Explaining the network solving the xor problem

The implementation of this in Python has to wait until the next chapter of our tutorial on machine learning.

Exercises

  1. We could extend the logical AND to float values between 0 and 1 in the following way:
    Input1 Input2 Output
    x1 < 0.5 x2 < 0.5 0
    x1 < 0.5 x2 >= 0.5 0
    x1 >= 0.5 x2 < 0.5 0
    x1 >= 0.5 x2 >= 0.5 0
    Try to train a neural network with only one perceptron. Why doesn't it work?
  2. A point belongs to a class 0, if $x_1 < 0.5$ and belongs to class 1, if $x_1 >= 0.5$. Train a network with one perceptron to classify arbitrary points.
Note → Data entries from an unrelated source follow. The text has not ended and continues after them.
@pytest.mark.parametrize("lattice", LATTICES)
@pytest.mark.parametrize("kpar", [(0.0, 0.0), (0.2, 0.1)])
def test_independent_of_splitting_low_frequency(lattice, kpar):
    # docs/theory.md §6 (Linton 2010 Ewald method): the sum does not depend on E
    lat = LATTICES[lattice]()
    k = wavenumbers(1.35, 2.0)
    kp = bloch(k, *kpar)
    assert_away_from_anomalies(k, kp, lat)
    e_opt = np.sqrt(np.pi / lat.area)
    out = [lattice_green_dyadics(k, kp, lat, D_EWALD, tol=1e-14, splitting=f * e_opt)
           for f in (0.5, 1.0, 2.0)]
    for S, c in out[1:]:
        scale = np.max(np.abs(out[0][0]), axis=(2, 3))
        assert np.max(block_error(S, out[0][0])) < 1e-10
        assert np.max(np.max(np.abs(c - out[0][1]), axis=2) / scale) < 1e-10


@pytest.mark.parametrize("lattice", LATTICES)
@pytest.mark.parametrize("kpar", [(0.0, 0.0), (0.15, -0.25)])
def test_independent_of_splitting_high_frequency(lattice, kpar):
    # docs/theory.md §6: at period >> lambda, E >= k/(2H) keeps exp(k^2/4E^2) bounded;
    # E-independence still holds (Linton 2010 Ewald method)
    lat = LATTICES[lattice]()
    k = wavenumbers(0.46)
    kp = bloch(k, *kpar)
    assert_away_from_anomalies(k, kp, lat, margin=0.005)
    e_def = k[0] / (2 * np.sqrt(3.0))
    out = [lattice_green_dyadics(k, kp, lat, D_EWALD, tol=1e-14, splitting=f * e_def)
           for f in (1.0, 1.5, 2.0)]
    for S, _ in out[1:]:
        assert np.max(block_error(S, out[0][0])) < 1e-10
    default = lattice_green_dyadics(k, kp, lat, D_EWALD, tol=1e-14)
    assert np.max(block_error(default[0], out[0][0])) < 1e-10


def test_default_splitting_parameter():
    # docs/theory.md §6: E = max(sqrt(pi/A), k/(2H)); chiropt's choice H = sqrt(3)
    lat = LATTICES["hexagonal"]()
    k = wavenumbers(2.0, 0.3)
    E = splitting_parameter(k, lat)
    assert E[0] == pytest.approx(np.sqrt(np.pi / lat.area), rel=1e-15)
    assert E[1] == pytest.approx(k[1] / (2 * np.sqrt(3)), rel=1e-15)


# ---------------------------------------------------------------- reference: Weyl sum
def weyl_reference(k, k_par, lat, d, n_max=40):
    """Literal spectral (Weyl) sum of S and c for one wavelength, z != 0 (slow reference).

    G = (i/2A) sum_g exp(i q.rho + i kz |z|)/kz (docs/theory.md §6), so that
    S = sum (i/2A) e^(...)/kz [I - kv kv / k^2] and c = sum (i/2A) e^(...)/kz (i kv / k),
    kv = (q, kz sign z) the order's wavevector.
    """
    b1, b2 = lat.reciprocal()
    area = lat.area
    S = np.zeros((3, 3), complex)
    c = np.zeros(3, complex)
    for m in range(-n_max, n_max + 1):
        for n in range(-n_max, n_max + 1):
            q = k_par + m * b1 + n * b2
            kz = np.sqrt(complex(k**2 - q @ q))
            kz = kz if kz.imag >= 0 else -kz
            kv = np.array([q[0], q[1], kz * np.sign(d[2])])
            term = 1j / (2 * area) * np.exp(1j * q @ d[:2] + 1j * kz * abs(d[2])) / kz
            S += term * (np.eye(3) - np.outer(kv, kv) / k**2)
            c += term * 1j * kv / k
    return S, c


@pytest.mark.parametrize(
    ("lattice", "ratio", "kpar", "d"),
    [
        ("square", 1.3, (0.0, 0.0), (0.21, -0.13, 0.35)),     # Ewald branch
        ("square", 0.8, (0.3, 0.1), (0.21, -0.13, -0.3)),     # above threshold, Ewald
        ("hexagonal", 1.1, (0.1, -0.2), (0.5, 0.2, 0.6)),     # Ewald, near the switch
        ("oblique", 1.6, (0.25, 0.05), (-0.3, 0.4, 1.2)),     # Weyl branch
        ("hexagonal", 0.8, (0.0, 0.3), (0.1, 0.1, -2.0)),     # Weyl branch
    ],
)
def test_agrees_with_weyl_sum_off_plane(lattice, ratio, kpar, d):
    # independent reference: literal Weyl spectral sum (docs/theory.md §6, Linton 2010)
    lat = LATTICES[lattice]()
    k = wavenumbers(ratio)
    kp = bloch(k, *kpar)
    assert_away_from_anomalies(k, kp, lat)
    dv = np.array([d]) * A0
    S, c = lattice_green_dyadics(k, kp, lat, dv, tol=1e-12)
    S_ref, c_ref = weyl_reference(k[0], kp[0], lat, dv[0])
    scale = np.max(np.abs(S_ref))
    assert np.max(np.abs(S[0, 0] - S_ref)) / scale < 1e-9
    assert np.max(np.abs(c[0, 0] - c_ref)) / scale < 1e-9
What can you say about the dicision boundary? What about the input values $x_2$

Solutions to the exercises

Solution to the 1. Exercise

from perceptrons import Perceptron

p = Perceptron(weights=[0.3, 0.3, 0.3],
               bias=1,
               learning_rate=0.2)

def labelled_samples(n):
    for _ in range(n):
        s = np.random.random((2,))
        yield (s, 1) if s[0] >= 0.5 and s[1] >= 0.5 else (s, 0)
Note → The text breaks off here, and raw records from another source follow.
"""EBCM T-matrices of spheroids and finite cylinders (chiropt.particles.ebcm)."""

import math

import numpy as np
import pytest
from scipy.integrate import quad

from chiropt.errors import InputError
from chiropt.multipole.tmatrix import Sphere, sphere_tmatrix
from chiropt.sphericalwaves import emission_vectors, mode_table, planewave_coefficients
from chiropt.particles import ebcm
from chiropt.particles.ebcm import Cylinder, Spheroid, cylinder_tmatrix, spheroid_tmatrix

NM = 1e-9


def _dag(T):
    return np.conj(np.swapaxes(T, -1, -2))


def _unitarity(T):
    return np.abs(T + _dag(T) + 2 * _dag(T) @ T).max()


def _reciprocity(T, lmax):
    tau, ls, ms = mode_table(lmax)
    perm = np.array([np.flatnonzero((tau == t) & (ls == l) & (ms == -m))[0]
                     for t, l, m in zip(tau, ls, ms, strict=True)])
    sg = (-1.0) ** ms
    R = sg[:, None] * sg[None, :] * T[:, perm][:, :, perm]
    return np.abs(np.swapaxes(R, -1, -2) - T).max()


# shapes at unit host wavenumber: (kind, dims, m_rel, nmax)
SPHEROIDS = [
    ((0.6, 1.2), 1.5),      # prolate 2:1, x = 1.2
    ((1.2, 0.6), 1.5),      # oblate 1:2
    ((1.5, 3.0), 1.5),      # prolate, x = 3
    ((3.0, 1.5), 1.5),      # oblate, x = 3
    ((0.5, 1.0), 3.5),      # high index (silicon-like)
]


# ------------------------------------------------------------------ sphere limit


@pytest.mark.parametrize("x, m", [(0.3, 1.5), (1.0, 3.5 + 0.02j), (2.5, 2.0 + 0.5j),
                                  (3.0, 1.33)])
def test_spheroid_with_equal_axes_is_mie(x, m):
    # sphere_tmatrix = diag(-a_l, -b_l) (Bohren & Huffman; checked against miepython in
    # tests/test_mie.py)
    k = np.array([1.0, 1.2])
    mr = np.array([m, m], dtype=complex)
    T = spheroid_tmatrix(k, mr, x, x, 4)
    ref = sphere_tmatrix(k * x, mr, 4)
    assert np.abs(T - ref).max() < 1e-12


# ------------------------------------------------------------------ invariants


@pytest.mark.parametrize("dims, m", SPHEROIDS)
def test_spheroid_lossless_unitarity(dims, m):
    # docs/theory.md §4: T + T^† + 2 T^† T = 0 for lossless particles (unitary S matrix);
    # on the full internal order so that no coupling to omitted orders is cut off
    T = spheroid_tmatrix(np.array([1.0]), np.array([m + 0j]), *dims, 16, nmax=20)
    assert _unitarity(T) < 1e-9


@pytest.mark.parametrize("dims, m", SPHEROIDS)
def test_spheroid_reciprocity(dims, m):
    # docs/theory.md §4: T^ij_{mn,m'n'} = (-1)^(m+m') T^ji_{-m'n',-mn}
    T = spheroid_tmatrix(np.array([1.0]), np.array([m + 0.1j]), *dims, 5)
    assert _reciprocity(T, 5) < 1e-10


# cylinders: (radius, height, m_rel, tolerance); the EBCM converges only algebraically
# for shapes with edges, so the invariants hold to the truncation error (measured,
# common practice, no source)
CYLINDERS = [
    (0.25, 1.0, 1.5, 1e-6),       # pillar, x = 0.56
    (1.0, 1.0, 1.5, 1e-5),        # disk, diameter/height = 2
    (1.0, 2.0, 1.5, 1e-5),        # h = 2r
    (0.6, 0.6, 3.5, 1e-3),        # silicon-like nanodisk
]


@pytest.mark.parametrize("r, h, m, tol", CYLINDERS)
def test_cylinder_lossless_unitarity_and_reciprocity(r, h, m, tol):
    # docs/theory.md §4 (lossless identity and reciprocity)
    T = cylinder_tmatrix(np.array([1.0]), np.array([m + 0j]), r, h, 12, nmax=20)
    assert _unitarity(T) < tol
    assert _reciprocity(T, 12) < tol


@pytest.mark.parametrize("shape, tol", [("spheroid", 1e-11), ("cylinder", 1e-5)])
def test_mirror_symmetry_selection_rules(shape, tol):
    # docs/theory.md §4: z -> -z symmetric body: same-type blocks vanish for l + l' odd,
    # cross (N-M) blocks for l + l' even. Checked on the raw quadrature (mirror=False:
    # nothing enforced; the cylinder's forbidden entries are cancelling integrals whose
    # round-off the ill-conditioned Q amplifies) and compared with the enforced solve.
    k, mr = np.array([1.0, 1.4]), np.array([2.0 + 0.1j, 3.5 + 0.01j])
    if shape == "spheroid":
        surf = ebcm.spheroid_surface(0.7, 1.3, 120)
    else:
        surf = ebcm.cylinder_surface(0.9, 0.6, 160)
    raw = ebcm.axisymmetric_tmatrix(k, mr, surf, 5, 12, mirror=False)
    sym = ebcm.axisymmetric_tmatrix(k, mr, surf, 5, 12)
    tau, ls, _ = mode_table(5)
    same = tau[:, None] == tau[None, :]
    odd = (ls[:, None] + ls[None, :]) % 2 == 1
    forbidden = np.where(same, odd, ~odd)
    assert np.abs(raw[:, forbidden]).max() < tol * np.abs(raw).max()
    assert np.abs(raw[:, ~forbidden]).max() > 1e-3       # the allowed blocks are filled
    assert np.abs(sym[:, forbidden]).max() == 0.0
    assert np.abs(sym - raw).max() < tol


def test_axisymmetry_block_structure_and_minus_m_blocks():
    # rotational symmetry: T couples only equal m (docs/theory.md §4); the -m blocks used by
    # ebcm (T_-m = (-1)^(tau+tau') T_m, y -> -y mirror symmetry) against direct ones
    k, mr = np.array([1.0, 1.3]), np.array([1.5 + 0.1j, 3.0 + 0.01j])
    surf = ebcm.cylinder_surface(0.7, 1.1, 120)
    blocks = ebcm._qmatrices(k, k * mr, *surf, 8, range(-3, 4))
    for m in (1, 2, 3):
        Tp = ebcm._solve_t(*blocks[m][:2])
        Tn = ebcm._solve_t(*blocks[-m][:2])
        t = np.arange(Tp.shape[-1]) % 2
        sign = (-1.0) ** (t[:, None] + t[None, :])
        assert np.abs(Tn - sign * Tp).max() < 1e-13
    T = cylinder_tmatrix(k, mr, 0.7, 1.1, 4)
    _, _, ms = mode_table(4)
    assert np.abs(T[:, ms[:, None] != ms[None, :]]).max() == 0.0


# ------------------------------------------------------------------ convergence


@pytest.mark.parametrize("dims, m, tol", [
    ((0.8, 1.6), 1.5 + 0.01j, 1e-8),
    ((2.0, 1.0), 3.5 + 0.01j, 1e-8),
])
def test_spheroid_convergence_in_order_and_quadrature(dims, m, tol):
    # common practice, no source: the default orders are converged
    k, mr = np.array([1.0]), np.array([m])
    nmax, nq = ebcm.default_orders(max(dims), 3, max(dims) / min(dims))
    T0 = spheroid_tmatrix(k, mr, *dims, 3)
    T1 = spheroid_tmatrix(k, mr, *dims, 3, nmax=nmax + 6, n_quad=2 * nq)
    assert np.abs(T1 - T0).max() < tol


@pytest.mark.parametrize("r, h, m, tol", [
    (0.8, 0.8, 1.5 + 0.01j, 1e-4),
    (0.6, 0.6, 3.5 + 0.01j, 3e-3),
])
def test_cylinder_convergence_in_order_and_quadrature(r, h, m, tol):
    # common practice, no source; tolerance = the measured algebraic convergence
    k, mr = np.array([1.0]), np.array([m])
    T0 = cylinder_tmatrix(k, mr, r, h, 3)
    T1 = cylinder_tmatrix(k, mr, r, h, 3, nmax=30, n_quad=400)
    assert np.abs(T1 - T0).max() < tol


# ------------------------------------------------------------------ Rayleigh limit


def _depolarization(a, c):
    """L_x = L_y, L_z of a spheroid (semi-axes a, a, c) from the ellipsoid integral."""
    # Bohren & Huffman (1983) eq. 5.33: L_i = (a1 a2 a3 / 2) int_0^inf ds /
    # ((s + a_i^2) f(s)),  f = sqrt((s + a1^2)(s + a2^2)(s + a3^2))
    def f(s):
        return math.sqrt((s + a * a) ** 2 * (s + c * c))

    lz = 0.5 * a * a * c * quad(lambda s: 1.0 / ((s + c * c) * f(s)), 0, np.inf,
                                epsabs=0, epsrel=1e-12)[0]
    return (1 - lz) / 2, lz


@pytest.mark.parametrize("a, c", [(1.0, 2.0), (2.0, 1.0), (1.0, 0.5)])
def test_small_spheroid_matches_electrostatic_polarizability(a, c):
    # Bohren & Huffman (1983) §5.3: alpha_j = V (eps - 1)/(1 + L_j (eps - 1)) (SI, per
    # eps0 eps_host); l = 1 block: alpha = -6 pi i T_N1m / k^3 (sphericalwaves dipole map,
    # docs/theory.md §3: alpha_e = 6 pi i a1/k^3); relative corrections O((k a)^2)
    scale = 0.01 / max(a, c)                    # k max(a, c) = 0.01
    a, c = a * scale, c * scale
    m = 1.5 + 0.5j
    eps = m * m
    T = spheroid_tmatrix(np.array([1.0]), np.array([m]), a, c, 1)[0]
    vol = 4 * math.pi / 3 * a * a * c
    lx, lz = _depolarization(a, c)
    alpha = [vol * (eps - 1) / (1 + L * (eps - 1)) for L in (lx, lz, lx)]
    got = [-6j * math.pi * T[u, u] for u in (0, 2, 4)]    # N modes m = -1, 0, 1
    np.testing.assert_allclose(got, alpha, rtol=1e-3)
    # orientation-averaged extinction (1/k^2 = 1): C_ext = -2 pi Re Tr T
    # (Mishchenko, Travis & Lacis 2002 §5.11) vs k Im(mean alpha) + scattering
    c_ext = -2 * math.pi * np.trace(T).real
    c_ray = np.mean(np.imag(alpha)) + np.mean(np.abs(alpha) ** 2) / (6 * math.pi)
    assert c_ext == pytest.approx(c_ray, rel=1e-3)


def test_prolate_depolarization_closed_form():
    # the quadrature of B&H eq. 5.33 against the closed form for prolate spheroids,
    # B&H eq. 5.34 (L_z = (1-e^2)/e^2 (-1 + ln((1+e)/(1-e))/(2e)))
    a, c = 1.0, 2.0
    e = math.sqrt(1 - a * a / (c * c))
    lz = (1 - e * e) / e ** 2 * (-1 + math.log((1 + e) / (1 - e)) / (2 * e))
    assert _depolarization(a, c)[1] == pytest.approx(lz, rel=1e-10)


# ------------------------------------------------------------------ optical theorem


def _cross_sections(T, k_hat, E0, lmax, n_theta=40, n_phi=80):
    """C_ext from the forward amplitude, C_sca from the angular integral of |F|^2 (k = 1)."""
    e = planewave_coefficients(k_hat, E0, lmax)
    f = T @ e
    # far field F = (-i/k) sum_u f_u (-i)^l W_u(r_hat) (h_l -> (-i)^(l+1) e^(ikr)/(kr))
    forward = -1j * f @ emission_vectors(k_hat, lmax)
    c_ext = 4 * math.pi * np.imag(np.vdot(E0, forward))       # optical theorem, B&H §3.4
    x, wx = np.polynomial.legendre.leggauss(n_theta)
    th = np.arccos(x)
    ph = np.arange(n_phi) * 2 * math.pi / n_phi
    TH, PH = np.meshgrid(th, ph, indexing="ij")
    u = np.stack([np.sin(TH) * np.cos(PH), np.sin(TH) * np.sin(PH), np.cos(TH)], axis=-1)
    F = -1j * np.einsum("u,tpuc->tpc", f, emission_vectors(u, lmax))
    c_sca = np.einsum("t,tp->", wx, np.sum(np.abs(F) ** 2, axis=-1)) * 2 * math.pi / n_phi
    c_abs_t = -(np.vdot(e, f).real + np.vdot(f, f).real)      # from the T-matrix
    return c_ext, c_sca, c_abs_t


@pytest.mark.parametrize("shape, m", [("spheroid", 1.8 + 0j), ("spheroid", 2.0 + 0.3j),
                                      ("cylinder", 1.8 + 0j), ("cylinder", 3.5 + 0.05j)])
def test_optical_theorem(shape, m):
    # B&H (1983) §3.4: C_ext = (4 pi/k) Im(E0* . F(k_inc)) = C_sca + C_abs, C_abs >= 0,
    # C_abs = 0 for lossless particles
    lmax = 6
    k_hat = np.array([math.sin(0.7) * math.cos(0.3), math.sin(0.7) * math.sin(0.3),
                      math.cos(0.7)])
    s = np.cross(k_hat, [0, 0, 1.0])
    s /= np.linalg.norm(s)
    p = np.cross(s, k_hat)
    E0 = (s + 1j * p) / math.sqrt(2)
    if shape == "spheroid":
        T = spheroid_tmatrix(np.array([1.0]), np.array([m]), 0.6, 1.1, lmax)[0]
        tol = 1e-9
    else:
        T = cylinder_tmatrix(np.array([1.0]), np.array([m]), 0.7, 0.5, lmax)[0]
        tol = 1e-4 if m.real > 3 else 1e-5
    c_ext, c_sca, c_abs = _cross_sections(T, k_hat, E0, lmax)
    assert c_sca == pytest.approx(np.vdot(T @ planewave_coefficients(k_hat, E0, lmax),
                                          T @ planewave_coefficients(k_hat, E0, lmax)).real,
                                  rel=1e-10)  # the far-field integral = sum |f_u|^2 / k^2
    assert c_ext - c_sca == pytest.approx(c_abs, abs=1e-12 * c_ext)
    if m.imag == 0:
        assert abs(c_ext - c_sca) < tol * c_ext
    else:
        assert c_abs > 0.01 * c_ext


# ------------------------------------------------------------------ classes, errors


def test_classes_follow_the_tmatrix_source_protocol():
    # same physical inputs as tmatrix.Sphere: sizes [m], index arrays (W,), n_host
    wl = np.array([600.0, 700.0]) * NM
    n_host = 1.33
    k = 2 * math.pi * n_host / wl
    index = np.array([3.9 + 0.02j, 3.8 + 0.01j])
    sph = Sphere(radius=80 * NM, index=index, n_host=n_host)
    spd = Spheroid(a=80 * NM, c=80 * NM, index=index, n_host=n_host)
    assert np.abs(spd.tmatrix(k, 3) - sph.tmatrix(k, 3)).max() < 1e-12
    cyl = Cylinder(radius=80 * NM, height=100 * NM, index=index, n_host=n_host)
    T = cyl.tmatrix(k, 2)
    assert T.shape == (2, 16, 16)
    np.testing.assert_allclose(
        T, cylinder_tmatrix(k, index / n_host, 80 * NM, 100 * NM, 2), rtol=0, atol=0)


@pytest.mark.parametrize("kwargs, key", [
    ({"m_rel": np.array([1.5 - 0.1j])}, "m_rel"),
    ({"k_host": np.array([-1.0])}, "k_host"),
    ({"a": -1.0}, "a"),
    ({"lmax": 0}, "lmax"),
])
def test_bad_input_raises(kwargs, key):
    args = {"k_host": np.array([1.0]), "m_rel": np.array([1.5 + 0j]), "a": 1.0, "c": 0.5,
            "lmax": 2}
    args.update(kwargs)
    with pytest.raises(InputError, match=key):
        spheroid_tmatrix(**args)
for in_data, label in labelled_samples(30):
    p.adjust(label, 
             in_data)

test_data, test_labels = list(zip(*labelled_samples(60)))

evaluation = p.evaluate(test_data, test_labels)
print(evaluation)
Counter({'correct': 32, 'wrong': 28})

The easiest way to see, why it doesn't work, is to visualize the data.

import matplotlib.pyplot as plt
import numpy as np

ones = [test_data[i] for i in range(len(test_data)) if test_labels[i] == 1]
zeroes = [test_data[i] for i in range(len(test_data)) if test_labels[i] == 0]

fig, ax = plt.subplots()
xmin, xmax = -0.2, 1.2
X, Y = list(zip(*ones))
ax.scatter(X, Y, color="g")
X, Y = list(zip(*zeroes))
ax.scatter(X, Y, color="r")
ax.set_xlim([xmin, xmax])
ax.set_ylim([-0.1, 1.1])
c = -p.weights[2] / p.weights[1]
m = -p.weights[0] / p.weights[1]
X = np.arange(xmin, xmax, 0.1)
ax.plot(X, m * X + c, label="decision boundary")
Output::
[<matplotlib.lines.Line2D at 0x7fabe8bfbf90>]

We can see that the green points and the red points are not separable by one straight line.

Solution to the 2nd Exercise

from perceptrons import Perceptron

import numpy as np
from collections import Counter

def labelled_samples(n):
    for _ in range(n):
        s = np.random.random((2,))
        yield (s, 0) if s[0] < 0.5 else (s, 1)


p = Perceptron(weights=[0.3, 0.3, 0.3],
               learning_rate=0.4)

for in_data, label in labelled_samples(300):
    p.adjust(label, 
             in_data)

test_data, test_labels = list(zip(*labelled_samples(500)))

print(p.weights)
p.evaluate(test_data, test_labels)
[ 2.03831116 -0.1785671  -0.9       ]
Output::
Counter({'correct': 489, 'wrong': 11})
import matplotlib.pyplot as plt
import numpy as np

ones = [test_data[i] for i in range(len(test_data)) if test_labels[i] == 1]
zeroes = [test_data[i] for i in range(len(test_data)) if test_labels[i] == 0]

fig, ax = plt.subplots()
xmin, xmax = -0.2, 1.2
X, Y = list(zip(*ones))
ax.scatter(X, Y, color="g")
X, Y = list(zip(*zeroes))
ax.scatter(X, Y, color="r")
ax.set_xlim([xmin, xmax])
ax.set_ylim([-0.1, 1.1])
c = -p.weights[2] / p.weights[1]
m = -p.weights[0] / p.weights[1]
X = np.arange(xmin, xmax, 0.1)
ax.plot(X, m * X + c, label="decision boundary")
Output::
[<matplotlib.lines.Line2D at 0x7fabe8bc89d0>]
p.weights, m
Output::
(array([ 2.03831116, -0.1785671 , -0.9       ]), 11.414819026425487)

The slope m will have to get larger and larger in situations like this.